Capturing the underlying structural causal relations represented by Directed Acyclic Graphs (DAGs) has been a fundamental task in various AI disciplines. Causal DAG learning via the continuous optimization framework has recently achieved promising performance in terms of both accuracy and efficiency. However, most methods make strong assumptions of homoscedastic noise, i.e., exogenous noises have equal variances across variables, observations, or even both. The noises in real data usually violate both assumptions due to the biases introduced by different data collection processes. To address the issue of heteroscedastic noise, we introduce relaxed and implementable sufficient conditions, proving the identifiability of a general class of SEM subject to these conditions. Based on the identifiable general SEM, we propose a novel formulation for DAG learning that accounts for the variation in noise variance across variables and observations. We then propose an effective two-phase iterative DAG learning algorithm to address the increasing optimization difficulties and to learn a causal DAG from data with heteroscedastic variable noise under varying variance. We show significant empirical gains of the proposed approaches over state-of-the-art methods on both synthetic data and real data.

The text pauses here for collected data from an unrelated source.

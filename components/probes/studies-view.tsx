import Link from 'next/link'
import { doseShareWords, halfWidthWords, log10Words } from '@/components/probes/half-width-words'
import { hearthWords, placeWords } from '@/components/probes/place-words'
import { RoomTabs } from '@/components/probes/room-tabs'
import { EmptyState } from '@/components/ui/empty-state'
import { Facts } from '@/components/ui/facts'
import { FormDialog } from '@/components/ui/form-dialog'
import { PageHead } from '@/components/ui/page-head'
import { Pager } from '@/components/ui/pager'
import { StateText } from '@/components/ui/state-text'
import { Table } from '@/components/ui/table'
import { Time } from '@/components/ui/time'
import { changeQuery, nextPageHref } from '@/components/ui/url-query'
import { formatCount, formatNumber } from '@/lib/format'
import type { TemperatureUnit } from '@/lib/format'
import type { StudiesPage } from '@/lib/probes/get-studies-page'
import type { StudyDto } from '@/lib/probes/study-schema'

const href = '/probes/repeatability'

/** What this room can judge: the figure in force, what follows from it, and the studies behind it. */
export function StudiesView({
  page,
  values,
  unit,
}: {
  page: StudiesPage
  values: Readonly<Record<string, string>>
  unit: TemperatureUnit
}) {
  return (
    <>
      <PageHead
        title="What this room can judge"
        sub="A probe that is taken out and put back never sits quite as before. How far apart its readings fall says how small a difference in dose this room can tell."
        actions={page.mayCheck ? <NewStudy page={page} /> : undefined}
      />
      <RoomTabs current="repeatability" />
      <div className="space-y-8">
        <section className="max-w-[46rem]">
          <h2 className="mb-1">In force now</h2>
          <InForce page={page} unit={unit} />
        </section>
        <section>
          <h2 className="mb-2">Studies</h2>
          <StudyTable page={page} unit={unit} />
          <Pager
            firstHref={
              values['cursor'] === undefined ? undefined : changeQuery(href, values, { cursor: null })
            }
            nextHref={nextPageHref(href, values, page.studies.nextCursor)}
          />
        </section>
      </div>
    </>
  )
}

function InForce({ page, unit }: { page: StudiesPage; unit: TemperatureUnit }) {
  const { errors, dose } = page.rules
  const adopted = page.studies.items.find((study) => study.adopted !== null)
  const source = errors.isSameMountAssumed ? (
    <span className="text-amber">assumed: this site has not measured its own</span>
  ) : adopted === undefined ? (
    'measured here'
  ) : (
    <>
      measured here,{' '}
      <Link className="link" href={`${href}/${adopted.id}`}>
        study {adopted.number}
      </Link>
    </>
  )
  return (
    <Facts
      isRuled
      facts={[
        {
          name: 'Placing a probe again',
          value: `${log10Words(errors.sameMountLog10)} in log10 of dose, ${halfWidthWords(errors.sameMountLog10 * dose.zC, unit)} all along (k = 2)`,
        },
        { name: 'Where that comes from', value: source },
        {
          name: 'Two barrels alike may differ by',
          value: `${doseShareWords(page.halfWidthLog10)}, and nobody could tell${errors.isSameMountAssumed ? '' : ' (drift between checks is in it)'}`,
        },
        {
          name: 'Smallest tolerance to ask honestly',
          value: `± ${formatNumber(page.smallestToleranceLog10, 3)} in log10: twice the interval; the bench holds recipes to it`,
        },
      ]}
    />
  )
}

function StudyTable({ page, unit }: { page: StudiesPage; unit: TemperatureUnit }) {
  return (
    <Table
      caption="Studies of repeat placements"
      rows={page.studies.items}
      rowKey={(study) => study.id}
      empty={
        <EmptyState title="No study yet.">
          {page.mayCheck
            ? 'Begin one: on steady heat, put one probe into its place again and again beside another that stays. Five placements at least, ten or more are better.'
            : 'A toaster, a master cooper or an administrator begins one.'}
        </EmptyState>
      }
      columns={[
        {
          key: 'no',
          head: 'Study',
          isRowHead: true,
          cell: (study) => (
            <Link className="link font-[640]" href={`${href}/${study.id}`}>
              {study.number}
            </Link>
          ),
        },
        {
          key: 'at',
          head: 'Begun',
          cell: (study) => (
            <>
              <Time at={study.startedAt} zone={page.timeZone} style="date" />
              <span className="block text-soft">{study.startedBy}</span>
            </>
          ),
        },
        {
          key: 'probe',
          head: 'Placed',
          cell: (study) => (
            <>
              {study.probe.name}, beside {study.reference.name}
              <span className="block text-soft">{placeWords(study.place)}</span>
            </>
          ),
        },
        { key: 'n', head: 'Placements', isNumeric: true, cell: countOf },
        {
          key: 'half',
          head: 'One placement',
          unit: 'k = 2',
          cell: (study) => <Figure study={study} unit={unit} />,
        },
        { key: 'state', head: 'State', cell: (study) => <State study={study} /> },
      ]}
    />
  )
}

function countOf(study: StudyDto): number {
  return study.placements.filter((one) => one.struck === null).length
}

function Figure({ study: { result }, unit }: { study: StudyDto; unit: TemperatureUnit }) {
  if (result === null) return <span className="text-mute">not yet</span>
  return (
    <>
      {halfWidthWords(result.halfWidthC, unit)}
      <span className="block text-soft">{log10Words(result.halfWidthLog10)} in log10 of dose</span>
    </>
  )
}

function State({ study }: { study: StudyDto }) {
  if (study.adopted !== null) return <StateText state={`in settings version ${study.adopted.version}`} />
  if (study.state === 'open') return <StateText state="open" tone="attention" />
  return <StateText state={study.state} tone={study.state === 'abandoned' ? 'past' : 'normal'} />
}

function NewStudy({ page }: { page: StudiesPage }) {
  const options = page.probes.map((probe) => ({
    value: probe.id,
    label: `${probe.name}, ${hearthWords(probe.hearth?.number ?? null, probe.usualRole)}`,
  }))
  return (
    <FormDialog
      openLabel="Begin a study"
      openKind="main"
      title="Begin a study of repeat placements"
      submitLabel="Begin"
      method="POST"
      path="/api/repeatability-studies"
      doneHref={`${href}/{id}`}
      fields={[
        {
          name: 'probeId',
          label: 'The probe that is placed again and again',
          kind: 'select',
          options,
          hint: 'A lead probe, at its own place.',
        },
        {
          name: 'referenceProbeId',
          label: 'The probe that stays',
          kind: 'select',
          options,
          hint: 'Nearby on the same heat; it takes the room’s own drift out.',
        },
        {
          name: 'heatWords',
          label: 'What is heated, and how',
          kind: 'words',
          hint: 'Test stave or rose, fire or block, about how hot.',
        },
      ]}
    >
      <p>
        It is done where the dose is made, on heat that stands still for as long as it takes:{' '}
        {formatCount(5, 'placement')} at least.
      </p>
    </FormDialog>
  )
}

翻译：捕捉由有向无环图（DAGs）表示的底层结构因果关联，一直是人工智能各学科中的基本任务。通过连续优化框架进行的因果DAG学习，近年来在准确性和效率方面均取得了令人瞩目的成效。然而，大多数方法都强假设了同方差噪声，即外生噪声在各变量间、各观测间乃至两者间具有相等的方差。由于不同数据收集过程引入的偏差，真实数据中的噪声通常违背这两类假设。为解决异方差噪声问题，我们引入了可松弛且可实现的充分条件，证明了一类满足这些条件的广义结构方程模型（SEM）的可识别性。基于可识别的广义SEM，我们提出了一种新的DAG学习公式，该公式能够刻画噪声方差在变量和观测间变化的情况。随后，我们提出了一种有效的两阶段迭代DAG学习算法，以应对日益增加的优化难度，并从具有异方差变量噪声（方差可变）的数据中学习因果DAG。实验表明，在合成数据和真实数据上，所提方法相比现有最先进技术均取得了显著的性能提升。